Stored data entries
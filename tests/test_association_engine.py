"""Association engines (permq/engine/association.py) and their normal theory
(permq/normal/association.py), checked against scipy.stats, statsmodels, a brute-force
enumerator over all n! permutations written here, and published values."""
from __future__ import annotations

import itertools
from fractions import Fraction
import time
from fractions import Fraction
from math import factorial

import numpy as np
import pytest
import statsmodels.api as sm

import brute
from scipy import stats

from permq.engine import association as A
from permq.engine.association import inversions as A_inversions
from permq.engine.association import pairings as A_pairings, slope as A_slope
from permq.engine.core.limits import EXACT_CEILING_SECONDS
from permq.engine.core.progress import Progress
from permq.errors import Cancelled, DataError
from permq.normal import association as N

ALTS = ("higher", "lower", "two-sided")
SCIPY_ALT = {"higher": "greater", "lower": "less", "two-sided": "two-sided"}

# Small data WITH ties in both variables (made up for these checks, not published).
X_TIES = np.array([1.0, 2.0, 2.0, 3.0, 4.0, 4.0, 5.0])
Y_TIES = np.array([2.0, 1.5, 3.0, 3.0, 2.5, 4.0, 3.0])


# ---------------------------------------------------------------- brute force (independent of the engine)

def all_perms(n):
    return np.array(list(itertools.permutations(range(n))))


def pearson_rows(x, ys):
    xc = x - x.mean()
    yc = ys - ys.mean(axis=1, keepdims=True)
    return (yc @ xc) / np.sqrt((xc @ xc) * (yc ** 2).sum(axis=1))


def spearman_rows(x, ys):
    return pearson_rows(stats.rankdata(x), stats.rankdata(ys, axis=1))


def tau_b_rows(x, ys):
    i, j = np.triu_indices(len(x), 1)
    sx = np.sign(x[i] - x[j])
    sy = np.sign(ys[:, i] - ys[:, j])
    n0, n1, n2 = len(i), np.sum(sx == 0), np.sum(sy[0] == 0)
    return (sy @ sx) / np.sqrt((n0 - n1) * (n0 - n2))


def slope_rows(x, ys):
    xc = x - x.mean()
    return ys @ xc / (xc @ xc)


BRUTE = {"pearson": pearson_rows, "spearman": spearman_rows, "kendall": tau_b_rows,
         "slope": slope_rows}


def brute_p(null, obs, alternative):
    tol = 1e-9 * max(1.0, abs(obs))
    if alternative == "higher":
        return np.mean(null >= obs - tol)
    if alternative == "lower":
        return np.mean(null <= obs + tol)
    return np.mean(np.abs(null) >= abs(obs) - tol)


def brute_force(statistic, y, x, alternative):
    ys = y[all_perms(len(y))]
    null = BRUTE[statistic](x, ys)
    obs = BRUTE[statistic](x, y[None, :])[0]
    return obs, brute_p(null, obs, alternative)


def brute_slope_p(y, x, beta, side):
    """One-sided p of 'slope = beta': permute y - beta x against x over all n! permutations."""
    e = y - beta * x
    xc = x - x.mean()
    null = e[all_perms(len(y))] @ xc
    obs = e @ xc
    tol = 1e-9 * np.sqrt((xc @ xc) * (e - e.mean()) @ (e - e.mean()))
    return np.mean(null >= obs - tol) if side == "higher" else np.mean(null <= obs + tol)


# ---------------------------------------------------------------- exact p-values

@pytest.mark.parametrize("statistic", A_pairings.STATISTICS)
@pytest.mark.parametrize("alternative", ALTS)
def test_exact_enumeration_equals_brute_force_with_ties(statistic, alternative):
    obs, p = brute_force(statistic, Y_TIES, X_TIES, alternative)
    out = A.run(statistic, Y_TIES, X_TIES, alternative, "enumeration")
    assert out.method == "exact"
    assert out.statistic == pytest.approx(obs, rel=1e-12)
    assert out.p_value == pytest.approx(p, rel=1e-12, abs=1e-15)
    assert out.null_probs.sum() == pytest.approx(1.0, rel=1e-12)


def test_ties_reduce_the_reference_set_to_distinct_arrangements():
    # x has tie groups (2, 2), y has (3): enumeration permutes the one with fewer arrangements.
    assert A.reference_size("pearson", Y_TIES, X_TIES) == factorial(7) // 6
    out = A.run("pearson", Y_TIES, X_TIES, "higher", "enumeration")
    assert out.arrangements == factorial(7) // 6
    assert "distinct arrangements" in out.algorithm


def test_arrangement_chunks_list_each_distinct_arrangement_once():
    counts = [2, 1, 3, 1]
    labels = np.repeat(np.arange(4), counts)
    expected = set(itertools.permutations(labels.tolist()))
    got = np.concatenate(list(A_pairings.arrangement_chunks(counts, chunk=7)))
    assert len(got) == len(expected) == factorial(7) // (2 * 6)
    assert {tuple(r) for r in got.tolist()} == expected
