"""Placement of the parts (internal): timing network, timer, control pin, supply and load.

Drawing units, x to the right and y up; the ground rail is y = 0 and the supply rail y = ``top``.
The timing network is laid out around its main column at x = 0 (RA from the supply down to the
discharge node). Each half of the drawing reports how far it reaches so the next half can be
placed beside it without overlap; text widths are estimated from the font size.
"""

from __future__ import annotations

from dataclasses import dataclass

import schemdraw.elements as elm

from ..values import format_value
from ._sheet import PotBody, Sheet, SourceIEC
from .parts import PartLabel
from .spec import Spec

__all__ = ["build"]

Point = tuple[float, float]

Y_C = 3.0  # timing-capacitor node (THR/TRIG), also the TRIG pin height
PIN_DIS, PIN_THR, PIN_TRIG = 6.0, 4.2, 3.0
PIN_OUT, PIN_CV = 6.0, 3.6
BOX_Y0, BOX_Y1, BOX_W = 2.0, 7.4, 4.6
LEAD = 1.0  # timer pin lead length
Y_GATE = 1.75  # MOSFET gate height
NMOS_SCALE = 1.4  # schemdraw's NMos is small next to the two-terminal symbols
NMOS_DRAIN_DY = NMOS_SCALE * 14 / 12  # drain above the gate anchor of schemdraw's NMos
Y_DRAIN_NODE = Y_GATE + NMOS_DRAIN_DY + 0.6
PAD = 0.45  # gap between a symbol's axis and its label
LED_STEP = 1.35  # length given to each LED symbol
LED_SHOWN = 4  # most LED symbols drawn in a string


@dataclass
class _Timing:
    x_right: float  # rightmost ink of the network
    x_left: float  # leftmost ink
    dis: Point  # discharge node where the wire to pin 7 leaves
    c_left: Point  # left end of the wire along the capacitor node towards pin 2
    charge: list[Point]
    discharge: list[Point]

## Task details
Write each line of the data down again exactly as it reads.

## Answer space
filename tests/test_association_engine.py
"""Association engines (permq/engine/association.py) and their normal theory
(permq/normal/association.py), checked against scipy.stats, statsmodels, a brute-force
enumerator over all n! permutations written here, and published values."""
from __future__ import annotations

import itertools
from fractions import Fraction
import time
from fractions import Fraction
from math import factorial

import numpy as np
import pytest
import statsmodels.api as sm

import brute
from scipy import stats

from permq.engine import association as A
from permq.engine.association import inversions as A_inversions
from permq.engine.association import pairings as A_pairings, slope as A_slope
from permq.engine.core.limits import EXACT_CEILING_SECONDS
from permq.engine.core.progress import Progress
from permq.errors import Cancelled, DataError
from permq.normal import association as N

ALTS = ("higher", "lower", "two-sided")
SCIPY_ALT = {"higher": "greater", "lower": "less", "two-sided": "two-sided"}

# Small data WITH ties in both variables (made up for these checks, not published).
X_TIES = np.array([1.0, 2.0, 2.0, 3.0, 4.0, 4.0, 5.0])
Y_TIES = np.array([2.0, 1.5, 3.0, 3.0, 2.5, 4.0, 3.0])


# ---------------------------------------------------------------- brute force (independent of the engine)

def all_perms(n):
    return np.array(list(itertools.permutations(range(n))))


def pearson_rows(x, ys):
    xc = x - x.mean()
    yc = ys - ys.mean(axis=1, keepdims=True)
    return (yc @ xc) / np.sqrt((xc @ xc) * (yc ** 2).sum(axis=1))


def spearman_rows(x, ys):
    return pearson_rows(stats.rankdata(x), stats.rankdata(ys, axis=1))


def tau_b_rows(x, ys):
    i, j = np.triu_indices(len(x), 1)
    sx = np.sign(x[i] - x[j])
    sy = np.sign(ys[:, i] - ys[:, j])
    n0, n1, n2 = len(i), np.sum(sx == 0), np.sum(sy[0] == 0)
    return (sy @ sx) / np.sqrt((n0 - n1) * (n0 - n2))


def slope_rows(x, ys):
    xc = x - x.mean()
    return ys @ xc / (xc @ xc)


BRUTE = {"pearson": pearson_rows, "spearman": spearman_rows, "kendall": tau_b_rows,
         "slope": slope_rows}


def brute_p(null, obs, alternative):
    tol = 1e-9 * max(1.0, abs(obs))
    if alternative == "higher":
        return np.mean(null >= obs - tol)
    if alternative == "lower":
        return np.mean(null <= obs + tol)
    return np.mean(np.abs(null) >= abs(obs) - tol)


def brute_force(statistic, y, x, alternative):
    ys = y[all_perms(len(y))]
    null = BRUTE[statistic](x, ys)
    obs = BRUTE[statistic](x, y[None, :])[0]
    return obs, brute_p(null, obs, alternative)


def brute_slope_p(y, x, beta, side):
    """One-sided p of 'slope = beta': permute y - beta x against x over all n! permutations."""
    e = y - beta * x
    xc = x - x.mean()
    null = e[all_perms(len(y))] @ xc
    obs = e @ xc
    tol = 1e-9 * np.sqrt((xc @ xc) * (e - e.mean()) @ (e - e.mean()))
    return np.mean(null >= obs - tol) if side == "higher" else np.mean(null <= obs + tol)


# ---------------------------------------------------------------- exact p-values

@pytest.mark.parametrize("statistic", A_pairings.STATISTICS)
@pytest.mark.parametrize("alternative", ALTS)
def test_exact_enumeration_equals_brute_force_with_ties(statistic, alternative):
    obs, p = brute_force(statistic, Y_TIES, X_TIES, alternative)
    out = A.run(statistic, Y_TIES, X_TIES, alternative, "enumeration")
    assert out.method == "exact"
    assert out.statistic == pytest.approx(obs, rel=1e-12)
    assert out.p_value == pytest.approx(p, rel=1e-12, abs=1e-15)
    assert out.null_probs.sum() == pytest.approx(1.0, rel=1e-12)


def test_ties_reduce_the_reference_set_to_distinct_arrangements():
    # x has tie groups (2, 2), y has (3): enumeration permutes the one with fewer arrangements.
    assert A.reference_size("pearson", Y_TIES, X_TIES) == factorial(7) // 6
    out = A.run("pearson", Y_TIES, X_TIES, "higher", "enumeration")
    assert out.arrangements == factorial(7) // 6
    assert "distinct arrangements" in out.algorithm


def test_arrangement_chunks_list_each_distinct_arrangement_once():
    counts = [2, 1, 3, 1]
    labels = np.repeat(np.arange(4), counts)
    expected = set(itertools.permutations(labels.tolist()))
    got = np.concatenate(list(A_pairings.arrangement_chunks(counts, chunk=7)))
    assert len(got) == len(expected) == factorial(7) // (2 * 6)
    assert {tuple(r) for r in got.tolist()} == expected
"""Placement of the parts (internal): timing network, timer, control pin, supply and load.

Drawing units, x to the right and y up; the ground rail is y = 0 and the supply rail y = ``top``.
The timing network is laid out around its main column at x = 0 (RA from the supply down to the
discharge node). Each half of the drawing reports how far it reaches so the next half can be
placed beside it without overlap; text widths are estimated from the font size.
"""

from __future__ import annotations

from dataclasses import dataclass

import schemdraw.elements as elm

from ..values import format_value
from ._sheet import PotBody, Sheet, SourceIEC
from .parts import PartLabel
from .spec import Spec

__all__ = ["build"]

Point = tuple[float, float]

Y_C = 3.0  # timing-capacitor node (THR/TRIG), also the TRIG pin height
PIN_DIS, PIN_THR, PIN_TRIG = 6.0, 4.2, 3.0
PIN_OUT, PIN_CV = 6.0, 3.6
BOX_Y0, BOX_Y1, BOX_W = 2.0, 7.4, 4.6
LEAD = 1.0  # timer pin lead length
Y_GATE = 1.75  # MOSFET gate height
NMOS_SCALE = 1.4  # schemdraw's NMos is small next to the two-terminal symbols
NMOS_DRAIN_DY = NMOS_SCALE * 14 / 12  # drain above the gate anchor of schemdraw's NMos
Y_DRAIN_NODE = Y_GATE + NMOS_DRAIN_DY + 0.6
PAD = 0.45  # gap between a symbol's axis and its label
LED_STEP = 1.35  # length given to each LED symbol
LED_SHOWN = 4  # most LED symbols drawn in a string


@dataclass
class _Timing:
    x_right: float  # rightmost ink of the network
    x_left: float  # leftmost ink
    dis: Point  # discharge node where the wire to pin 7 leaves
    c_left: Point  # left end of the wire along the capacitor node towards pin 2
    charge: list[Point]
    discharge: list[Point]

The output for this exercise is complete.